Ein Kapitel für sich

Forum - Ein Kapitel für sich
Einen Eindruck von dem, was das Humboldt-Forum bald zeigen könnte, vermittelt derzeit die Ausstellung „Unvergleichlich“ im Berliner Bode-Museum. Herausragende Kunstwerke Afrikas aus dem Ethnologischen Museum in Dahlem werden hier der europäischen Skulpturensammlung gegenübergestellt © Staatliche Museen zu Berlin/David von Becker

Außen preußische Fassaden, innen ein Ort der Weltkultur. Mit diesem Ansatz wurde einst der Wiederaufbau des Berliner Schlosses als Humboldt Forum beschlossen. Doch bis heute fehlt ein schlüssiges Konzept für das Projekt.

Erhard Schüttpelz01.02.2019

Den Kern der Sammlungen des neuen Hauses bilden die Bestände des Ethnologischen Museums und des Museums für Asiatische Kunst in Dahlem. Wie gesagt: Es fehlt ein schlüssiges Konzept dafür. Und seitdem die französische Kunsthistorikerin Bénedicte Savoy zusammen mit dem senegalesischen Ökonomen Felwine Sarr in einem Report für Präsident Macron die Rückgabe einstiger Kolonialkunst nach Afrika forderte, stellen sich gänzlich neue Fragen.

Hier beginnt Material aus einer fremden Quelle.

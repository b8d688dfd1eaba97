"""Request/response models of POST /api/v1/predict (units in every field name)."""

from __future__ import annotations

from typing import TYPE_CHECKING, Any, Literal, TypeAlias

from pydantic import BaseModel, ConfigDict, Field, model_validator

from server.schemas._fields import ranged
from server.schemas.evaluation import FlightStateRead, LossBreakdown
from server.schemas.parts import ForwardRow, StaticRow

if TYPE_CHECKING:  # the pydantic constrained-type pattern: mypy sees the plain type
    Id: TypeAlias = int
else:
    Id = ranged(int, 1, 2**63 - 1, "", description="Id of a saved part of your team")


class BatteryIn(BaseModel):
    """A saved pack (``id``, fields override it), an inline pack, or a stiff bench supply (``supply_voltage_v``)."""

    model_config = ConfigDict(extra="forbid")

    id: Id | None = None
    supply_voltage_v: ranged(float, 0.5, 200, "V", description="Stiff bench supply: no sag, no endurance") | None = None  # type: ignore[valid-type]  # noqa: E501
    chemistry: Literal["lipo", "lihv", "liion"] | None = None
    cells_series: ranged(int, 1, 24, "cells") | None = None  # type: ignore[valid-type]
    cells_parallel: ranged(int, 1, 20, "cells") | None = None  # type: ignore[valid-type]
    capacity_mah: ranged(float, 50, 500_000, "mAh") | None = None  # type: ignore[valid-type]
    cell_resistance_mohm: ranged(float, 0.1, 1000, "mΩ") | None = None  # type: ignore[valid-type]
    max_continuous_c: ranged(float, 0.1, 500, "C") | None = None  # type: ignore[valid-type]
    wiring_resistance_ohm: ranged(float, 0, 1, "Ω", description="Leads and connectors") = 0.0  # type: ignore[valid-type]
    packs_in_parallel: ranged(int, 1, 4, "packs") = 1  # type: ignore[valid-type]
    state_of_charge: ranged(float, 0, 1, "", description="Pack state of charge for the points") = 1.0  # type: ignore[valid-type]

    @model_validator(mode="after")
    def _supply_alone(self) -> BatteryIn:
        if self.supply_voltage_v is not None and self.id is not None:
            raise ValueError("supply_voltage_v: give either a bench supply voltage or a pack, not both")
        return self


class EscIn(BaseModel):
    model_config = ConfigDict(extra="forbid")

    id: Id | None = None
    r_on_path_ohm: ranged(float, 0, 1, "Ω") | None = None  # type: ignore[valid-type]
    pwm_frequency_khz: ranged(float, 1, 200, "kHz") | None = None  # type: ignore[valid-type]
    switching_time_ns: ranged(float, 0, 10_000, "ns") | None = None  # type: ignore[valid-type]
    dead_time_ns: ranged(float, 0, 10_000, "ns") | None = None  # type: ignore[valid-type]
    diode_drop_v: ranged(float, 0, 3, "V") | None = None  # type: ignore[valid-type]
    input_esr_ohm: ranged(float, 0, 1, "Ω") | None = None  # type: ignore[valid-type]
    k_pwm: ranged(float, 0, 10, "") | None = None  # type: ignore[valid-type]
    continuous_current_a: ranged(float, 1, 1000, "A") | None = None  # type: ignore[valid-type]


class MotorIn(BaseModel):
    model_config = ConfigDict(extra="forbid")

    id: Id | None = None
    kv_rpm_per_v: ranged(float, 10, 20_000, "rpm/V") | None = None  # type: ignore[valid-type]
    winding_resistance_ohm: ranged(float, 0.0005, 50, "Ω") | None = None  # type: ignore[valid-type]
    no_load_current_a: ranged(float, 0, 50, "A") | None = None  # type: ignore[valid-type]
    inductance_uh: ranged(float, 0.1, 100_000, "µH") | None = None  # type: ignore[valid-type]
    max_current_a: ranged(float, 0.1, 1000, "A") | None = None  # type: ignore[valid-type]
    thermal_resistance_k_per_w: ranged(float, 0.01, 100, "K/W") | None = None  # type: ignore[valid-type]
    thermal_time_constant_s: ranged(float, 1, 10_000, "s") | None = None  # type: ignore[valid-type]
    max_winding_temperature_c: ranged(float, 40, 250, "°C") | None = None  # type: ignore[valid-type]


class PropellerIn(BaseModel):
    model_config = ConfigDict(extra="forbid")

    id: Id | None = None
    diameter_in: ranged(float, 1, 80, "in") | None = None  # type: ignore[valid-type]
    pitch_in: ranged(float, 0.5, 80, "in") | None = None  # type: ignore[valid-type]
    blades: ranged(int, 1, 8, "blades") | None = None  # type: ignore[valid-type]
    ct: ranged(float, 0.001, 1, "") | None = None  # type: ignore[valid-type]
    cp: ranged(float, 0.001, 1, "") | None = None  # type: ignore[valid-type]
    static_table: list[StaticRow] | None = Field(None, min_length=1, max_length=500)
    forward_table: list[ForwardRow] | None = Field(None, min_length=2, max_length=500)


class Conditions(BaseModel):
    model_config = ConfigDict(extra="forbid")

    altitude_m: ranged(float, -500, 11_000, "m") = 0.0  # type: ignore[valid-type]
    temperature_offset_c: ranged(float, -60, 60, "°C", description="Offset from ISA") | None = None  # type: ignore[valid-type]
    air_temperature_c: ranged(float, -60, 60, "°C", description="Measured air temperature") | None = None  # type: ignore[valid-type]
    airspeed_m_s: ranged(float, 0, 150, "m/s", description="Axial airspeed (forward table)") = 0.0  # type: ignore[valid-type]
    forward_airspeed_m_s: ranged(  # type: ignore[valid-type]
        float, 0, 60, "m/s", description="Horizontal airspeed of a multirotor: thrust points in forward flight "
                                         "(static table, docs/model-reference.md#multirotor-flight-state)") = 0.0
    climb_rate_m_s: ranged(  # type: ignore[valid-type]
        float, -10, 20, "m/s", description="Climb rate of a multirotor at thrust points (negative: descent)") = 0.0
    drag_area_m2: ranged(  # type: ignore[valid-type]
        float, 0, 5, "m²", description="Airframe drag area C_D·A in forward flight and climb") = 0.0
    coaxial: bool = False  # rotors stacked in coaxial pairs: induced power × 1.2808 at thrust points

    @model_validator(mode="after")
    def _one_temperature(self) -> Conditions:
        if self.temperature_offset_c is not None and self.air_temperature_c is not None:
            raise ValueError("air_temperature_c: give either temperature_offset_c or air_temperature_c")
        if self.airspeed_m_s > 0 and (self.forward_airspeed_m_s > 0 or self.climb_rate_m_s != 0 or self.coaxial):
            raise ValueError("airspeed_m_s: the axial airspeed reads a fixed-wing forward table; a multirotor's flight "
                             "(forward_airspeed_m_s, climb_rate_m_s, coaxial) uses the static table")
        return self

    @property
    def multirotor_flight(self) -> bool:
        """Thrust points take the multirotor flight state (forward flight, climb or descent, coaxial pairs)."""
        return self.forward_airspeed_m_s > 0 or self.climb_rate_m_s != 0 or self.coaxial


class PointIn(BaseModel):
    """Exactly one of throttle (PWM duty 0–1), thrust_n (per rotor) or rpm."""

    model_config = ConfigDict(extra="forbid")

    throttle: ranged(float, 0.01, 1, "") | None = None  # type: ignore[valid-type]
    thrust_n: ranged(float, 0.001, 100_000, "N", description="Thrust per rotor") | None = None  # type: ignore[valid-type]
    rpm: ranged(float, 1, 200_000, "rpm") | None = None  # type: ignore[valid-type]

    @model_validator(mode="after")
    def _exactly_one(self) -> PointIn:
        given = [k for k in ("throttle", "thrust_n", "rpm") if getattr(self, k) is not None]
        if len(given) != 1:
            raise ValueError("points: each point needs exactly one of throttle, thrust_n or rpm")
        return self

    @property
    def kind(self) -> str:
        return next(k for k in ("throttle", "thrust_n", "rpm") if getattr(self, k) is not None)


class EnduranceIn(BaseModel):
    """Discharge at a constant thrust per rotor (the usual case) or at a constant pack power."""

    model_config = ConfigDict(extra="forbid")

    thrust_n: ranged(float, 0.001, 100_000, "N", description="Thrust per rotor held during the discharge") | None = None  # type: ignore[valid-type]  # noqa: E501
    power_w: ranged(float, 0.1, 1_000_000, "W", description="Constant power at the pack terminals") | None = None  # type: ignore[valid-type]  # noqa: E501
    usable_fraction: ranged(float, 0.05, 1, "") = 0.8  # type: ignore[valid-type]
    cutoff_v_per_cell: ranged(float, 2.5, 4.0, "V") = 3.3  # type: ignore[valid-type]
    peukert_exponent: ranged(float, 1, 1.5, "") = 1.0  # type: ignore[valid-type]

    @model_validator(mode="after")
    def _one_load(self) -> EnduranceIn:
        if (self.thrust_n is None) == (self.power_w is None):
            raise ValueError("endurance: give exactly one of thrust_n or power_w")
        return self


class HeatIn(BaseModel):
    """Ask for winding temperatures: each point's steady temperature and a full-throttle burst from the hover point."""

    model_config = ConfigDict(extra="forbid")

    burst_s: ranged(  # type: ignore[valid-type]
        float, 0, 3600, "s", description="Full-throttle burst from the temperature of the first point by thrust (else "
                                         "the first point)") = 0.0
    motor_mass_g: ranged(  # type: ignore[valid-type]
        float, 1, 100_000, "g", description="For the assumed thermal resistance of a motor given without one (a saved "
                                            "motor's own mass otherwise)") | None = None


class PredictRequest(BaseModel):
    model_config = ConfigDict(extra="forbid")

    battery: BatteryIn
    esc: EscIn = Field(default_factory=EscIn)
    motor: MotorIn
    propeller: PropellerIn
    rotor_count: ranged(int, 1, 16, "rotors") = 1  # type: ignore[valid-type]
    all_up_mass_g: ranged(float, 1, 1_000_000, "g", description="For thrust-to-weight") | None = None  # type: ignore[valid-type]
    conditions: Conditions = Field(default_factory=Conditions)
    points: list[PointIn] = Field(..., min_length=1, max_length=200)
    endurance: EnduranceIn | None = None
    heat: HeatIn | None = None


class Losses(BaseModel):
    """``losses_w``: the first API version's names of :class:`LossBreakdown`'s values (kept for scripts)."""

    motor_copper: float | None
    motor_no_load: float | None
    esc_conduction: float | None
    pwm_ripple: float | None
    switching: float | None
    dead_time: float | None
    input_capacitor: float | None
    calibrated_pwm: float | None


class Craft(BaseModel):
    thrust_n: float | None
    bus_current_a: float | None
    electrical_power_w: float | None
    pack_loss_w: float | None
    thrust_to_weight: float | None = None


class PointBands(BaseModel):
    """The central 80 % of the predictions over every uncertain parameter (per rotor; 10th and 90th percentiles)."""

    level: float = Field(description="Central probability of each band")
    electrical_power_w: list[float | None] = Field(default_factory=list, description="[low, high] per rotor [W]")
    thrust_n: list[float | None] = Field(default_factory=list, description="[low, high] per rotor [N]")
    motor_current_a: list[float | None] = Field(default_factory=list, description="[low, high] per rotor [A]")


class PointOut(BaseModel):
    request: dict[str, float]
    status: str
    rpm: float | None
    thrust_n: float | None
    torque_nm: float | None
    shaft_power_w: float | None
    duty: float | None
    motor_current_a: float | None
    motor_voltage_v: float | None
    bus_voltage_v: float | None
    bus_current_a: float | None
    electrical_power_w: float | None
    drive_efficiency: float | None
    specific_thrust_g_per_w: float | None
    losses: LossBreakdown = Field(description="Every loss term of one rotor at this point [W]")
    losses_w: Losses
    craft: Craft
    warnings: list[str]
    bands: PointBands | None = None
    flight: FlightStateRead | None = Field(default=None, description="Multirotor flight state of a thrust point "
                                                                     "(with forward_airspeed_m_s, climb or coaxial)")


class EnduranceOut(BaseModel):
    minutes: float | None
    seconds: float | None
    stop_reason: str
    final_state_of_charge: float | None
    start: dict[str, float | None]
    end: dict[str, float | None]
    minutes_band: list[float | None] | None = Field(default=None, description="[low, high] 80 % band [min]")


class HeatPoint(BaseModel):
    winding_temperature_c: float | None = Field(description="Steady winding temperature at this point [°C]")
    runaway: bool = Field(description="No steady temperature: copper loss rises faster than the air removes it")
    over_limit: bool = Field(description="Above the motor's maximum winding temperature (or runaway)")


class BurstCurve(BaseModel):
    t_s: list[float]
    temperature_c: list[float | None]


class BurstOut(BaseModel):
    from_point: int = Field(description="The point (1-based, request order) the burst starts from: the first by "
                                        "thrust (the hover or cruise point), else the first")
    from_c: float | None = Field(description="Winding temperature at the start (that point's) [°C]")
    after_c: float | None = Field(description="Winding temperature at the end of the burst [°C]")
    full_throttle_current_a: float | None = Field(description="Motor current at full throttle (R as stated) [A]")
    over_limit: bool
    curve: BurstCurve


class HeatOut(BaseModel):
    """Winding temperatures (docs/model-reference.md#heat)."""

    air_temperature_c: float
    burst_s: float
    thermal_resistance_k_per_w: float
    thermal_time_constant_s: float
    max_winding_temperature_c: float
    sources: dict[str, str] = Field(description="Per thermal value: stated (part or request) or prior")
    points: list[HeatPoint]
    burst: BurstOut | None = None


class PredictResponse(BaseModel):
    air_density_kg_m3: float
    points: list[PointOut]
    endurance: EnduranceOut | None = None
    parameters: dict[str, dict[str, dict[str, Any]]]
    assumed: dict[str, list[str]] = Field(default_factory=dict,
                                          description="Per part, the parameters that rest on a prior (not measured)")
    warnings: list[str]
    heat: HeatOut | None = None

Das Humboldt Forum befindet sich schon seit Jahren in einer immer wieder aufs Neue bestätigten Pechserie. Ein hoch gehängtes Vorhaben mit vielen frühen Ankündigungen und späteren Kündigungen, eine Serie von durchwachsenen Pilotprojekten, und niemals eine enthusiastische Rezension, stattdessen immer neue Sorgen. Man könnte glauben, in der deutschen Hauptstadt sei keine Ausstellung und keine gelungene Veranstaltung zur Weltkultur möglich. Zumindest könnte man sie nicht institutionalisieren, selbst wenn man wollte. Und der Grund wäre schnell gefunden, wenn man aus London oder Paris nach Berlin blickt: Die Deutschen und ihre Kulturpolitiker wissen ihren historischen Ort in der Welt nicht zu bestimmen. Sie können mit der Vielfalt der Kulturen zu wenig anfangen, weil sie sich selbst nicht durch eine multiperspektivische Welt repräsentiert fühlen; weil es keine Verflechtung gibt, die das Eigene mit den fremden Schätzen in Beziehung setzt – wie es im British Museum der Fall ist, obwohl dort nichts Britisches zu sehen ist, oder am Quai Branly, in der ästhetischen Betrachtung der außereuropäischen Welt.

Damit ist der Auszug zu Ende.